The Hollywood Reporter (Weekly) - The Hollywood Reporter Awards Special

THE OWNER SAID YES TO KILLERS’ CREW BLOWING UP HIS HOUSE

Three-time Oscar-nominated production designer Jack Fisk marked his first collaborat­ion with Martin Scorsese for Apple’s Killers of the Flower Moon, which required exhaustive research — and an explosion

- BY TYLER COATES

Jack Fisk’s résumé lists collaborat­ions with an incredible group of directors, among them Terrence Malick (Fisk has worked with the auteur since his debut, 1973’s Badlands), David Lynch (The Straight Story, Mulholland Drive) and Paul Thomas Anderson (There Will Be Blood, The Master).

But Apple’s Killers of the Flower

Moon, which scored Fisk his third career Oscar nomination, is the production designer’s first film with Martin Scorsese.

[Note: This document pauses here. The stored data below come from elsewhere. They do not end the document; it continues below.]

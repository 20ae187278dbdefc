"""Run a validated case: every study, its tables and figures, then the output folder.

    from eqdesign.solve.casefile import load_case
    from eqdesign.solve.report import run_case, write_outputs
    result = run_case(load_case("cases/ammonia_loop_pressure_options.yaml"))
    write_outputs(result, "ammonia_results")

:func:`run_case` computes and draws, writing nothing; :func:`write_outputs` writes the
report, CSV tables, figures and a copy of the case into a new folder.  The folder is built
under a temporary name beside the target and renamed into place only when complete, and
each file in it is written to a temporary file and moved with :func:`os.replace`: an
interrupted run leaves neither a half-written file nor a half-filled folder.  An
existing, non-empty folder is replaced only with ``force=True``.
"""
from __future__ import annotations

import math
import re
import time
import warnings
from dataclasses import dataclass, field
from datetime import datetime, timezone
from typing import Callable

import numpy as np

from ..studies.feeds import FeedRatio

from ...thermo.reactions import Reaction
from ...thermo.species import ExtrapolationWarning
from ..studies.uncertainty import Band
from ..casefile.schema import Case
from ..core.result import CondensationWarning
from ..casefile.schema import LOW_T_MARGIN
from ..core.result import NotConvergedWarning
from ...thermo.data_uncertainty import UncertaintyDefaults
from ..studies.carbon_limit import carbon_limit
from ..studies.maps import conversion_map
from ..studies.inverse import feed_ratio_for_conversion
from ..studies.intervals import feed_ratio_interval
from . import figures as plots
from ..studies.inverse import pressure_for_conversion
from ..studies.intervals import pressure_interval
from ..studies.uncertainty import propagate_equilibrium
from ..studies.beds import staged_converter
from ..studies.inverse import temperature_for_conversion
from ..studies.intervals import temperature_interval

“Marty and I started out about the same time, but he was always on the other coast,” says Fisk, who now lives in Virginia with his wife, Sissy Spacek. “I never really met him, but we had a lot of mutual friends.”

Fisk tells THR that he first heard about the events that take place in Scorsese’s latest — the systematic murders of members of the Osage tribe, perpetrate­d by their white neighbors in order to claim their land rights and wealth — while shooting To the Wonder with Malick in Oklahoma, roughly seven years before the release of David Grann’s acclaimed book about the subject. “When the book came out, I remember sending a note to Terry about it, but it wasn’t his kind of fare,” says Fisk. “I like trying to understand the trials and tribulatio­ns of the Indigenous Americans. This horrible thing, where we just invaded America and took over everything from them …”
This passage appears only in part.